━━━━━ DATA TO PROCESS ━━━━━
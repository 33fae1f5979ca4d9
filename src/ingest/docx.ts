/**
 * Word documents (Office Open XML, `.docx`) to text with mammoth's
 * `extractRawText` (paragraphs separated by a blank line), and the title
 * from the core properties (`docProps/core.xml`, `dc:title`) or else the
 * first paragraph.
 *
 * @module
 */
import { InputSkip } from './decode.js';
import { oneLine } from './io-errors.js';
import { capTitle, firstLine, normalizeNewlines } from './text.js';
import { looksLikeZip, zipEntries, zipRead, type ZipEntry } from './zip.js';

/** Largest `word/document.xml` unpacked, in bytes (its declared size is checked before mammoth unpacks it). */
export const DOCX_XML_MAX = 512 * 1024 * 1024;

/** The OLE compound document signature: old `.doc` files and password-protected Office files. */
const OLE = Buffer.from([0xd0, 0xcf, 0x11, 0xe0, 0xa1, 0xb1, 0x1a, 0xe1]);

/** True when `b` starts with the OLE compound document signature. */
export function looksLikeOle(b: Uint8Array): boolean {
  return b.length >= 8 && Buffer.from(b.buffer, b.byteOffset, 8).equals(OLE);
}

/** True when `b` is a ZIP archive naming `word/document.xml` (a Word document, by the name in its headers). */
export function looksLikeDocx(b: Uint8Array): boolean {
  if (!looksLikeZip(b)) return false;
  return Buffer.from(b.buffer, b.byteOffset, b.byteLength).includes('word/document.xml', 0, 'latin1');
}

const XML_ENTITIES: Readonly<Record<string, string>> = { amp: '&', lt: '<', gt: '>', quot: '"', apos: "'" };

/** XML text with its five named entities and numeric character references decoded. */
export function decodeXmlText(s: string): string {
  return s.replace(/&(?:#x([0-9a-fA-F]+)|#([0-9]+)|([a-z]+));/g, (m, hex: string | undefined, dec: string | undefined, name: string | undefined) => {
    if (name !== undefined) return XML_ENTITIES[name] ?? m;
    const cp = hex !== undefined ? parseInt(hex, 16) : parseInt(dec as string, 10);
    return cp > 0 && cp <= 0x10ffff && !(cp >= 0xd800 && cp <= 0xdfff) ? String.fromCodePoint(cp) : m;
  });
}

/** `dc:title` of a core properties part, or `''`. */
export function coreTitle(xml: string): string {
  const m = /<dc:title(?:\s[^>]*)?>([\s\S]*?)<\/dc:title>/.exec(xml);
  return m ? capTitle(decodeXmlText((m[1] as string).replace(/<[^>]*>/g, ''))) : '';
}

type Mammoth = { extractRawText(input: { buffer: Buffer }): Promise<{ value: string }> };
let mammothModule: Promise<Mammoth> | null = null;

function loadMammoth(): Promise<Mammoth> {
  mammothModule ??= import('mammoth').then((m) => ((m as { default?: Mammoth }).default ?? (m as unknown as Mammoth)));
  return mammothModule;
}

/**
 * Reads a `.docx`. Text: mammoth's raw text, line endings normalised,
 * trailing spaces dropped, runs of blank lines collapsed to one, trimmed.
 * Never throws anything but {@link InputSkip}, whose reasons are:
 * `not a DOCX: not a zip archive`, `encrypted or old-format Word file (…)`,
 * `not a DOCX: …` for a damaged archive or one without `word/document.xml`,
 * `broken DOCX: …` when mammoth fails, `no text: …` for an empty document.
 */
export async function readDocx(buf: Buffer): Promise<{ text: string; title: string }> {
  if (looksLikeOle(buf)) {
    throw new InputSkip('encrypted or old-format Word file (an OLE compound document, not a zip): save it as .docx without a password');
  }
  if (!looksLikeZip(buf)) throw new InputSkip('not a DOCX: not a zip archive');
  let entries: ZipEntry[];
  try {
    entries = zipEntries(buf);
  } catch (err) {
    throw new InputSkip(`not a DOCX: damaged zip archive (${oneLine(err)})`);
  }
  const body = entries.find((e) => e.name === 'word/document.xml');
  if (!body) throw new InputSkip('not a DOCX: a zip archive without word/document.xml');
  if (body.encrypted) throw new InputSkip('encrypted DOCX (password needed)');
  if (body.size > DOCX_XML_MAX) throw new InputSkip(`DOCX too large: word/document.xml unpacks to ${body.size} bytes (limit ${DOCX_XML_MAX})`);
  let raw: string;
  try {
    raw = (await (await loadMammoth()).extractRawText({ buffer: buf })).value;
  } catch (err) {
    throw new InputSkip(`broken DOCX: ${oneLine(err)}`);
  }
  const text = normalizeNewlines(raw)
    .replace(/[ \t\u00a0]+$/gm, '')
    .replace(/\n{3,}/g, '\n\n')
    .trim();
  if (text === '') throw new InputSkip('no text: the Word document is empty');
  let title = '';
  const core = entries.find((e) => e.name === 'docProps/core.xml');
  if (core) {
    try {
      title = coreTitle(zipRead(buf, core, 1 << 20).toString('utf8'));
    } catch {
      title = '';
    }
  }
  return { text, title: title || firstLine(text) };
}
━━━━━
▸ ABOUT THIS TASK
What must be returned is the line with "const body = entries.find((e)" plus every line after it to the end of the entries, exactly as they appear.

▸ ANSWER BOX
  const body = entries.find((e) => e.name === 'word/document.xml');
  if (!body) throw new InputSkip('not a DOCX: a zip archive without word/document.xml');
  if (body.encrypted) throw new InputSkip('encrypted DOCX (password needed)');
  if (body.size > DOCX_XML_MAX) throw new InputSkip(`DOCX too large: word/document.xml unpacks to ${body.size} bytes (limit ${DOCX_XML_MAX})`);
  let raw: string;
  try {
    raw = (await (await loadMammoth()).extractRawText({ buffer: buf })).value;
  } catch (err) {
    throw new InputSkip(`broken DOCX: ${oneLine(err)}`);
  }
  const text = normalizeNewlines(raw)
    .replace(/[ \t\u00a0]+$/gm, '')
    .replace(/\n{3,}/g, '\n\n')
    .trim();
  if (text === '') throw new InputSkip('no text: the Word document is empty');
  let title = '';
  const core = entries.find((e) => e.name === 'docProps/core.xml');
  if (core) {
    try {
      title = coreTitle(zipRead(buf, core, 1 << 20).toString('utf8'));
    } catch {
      title = '';
    }
  }
  return { text, title: title || firstLine(text) };
}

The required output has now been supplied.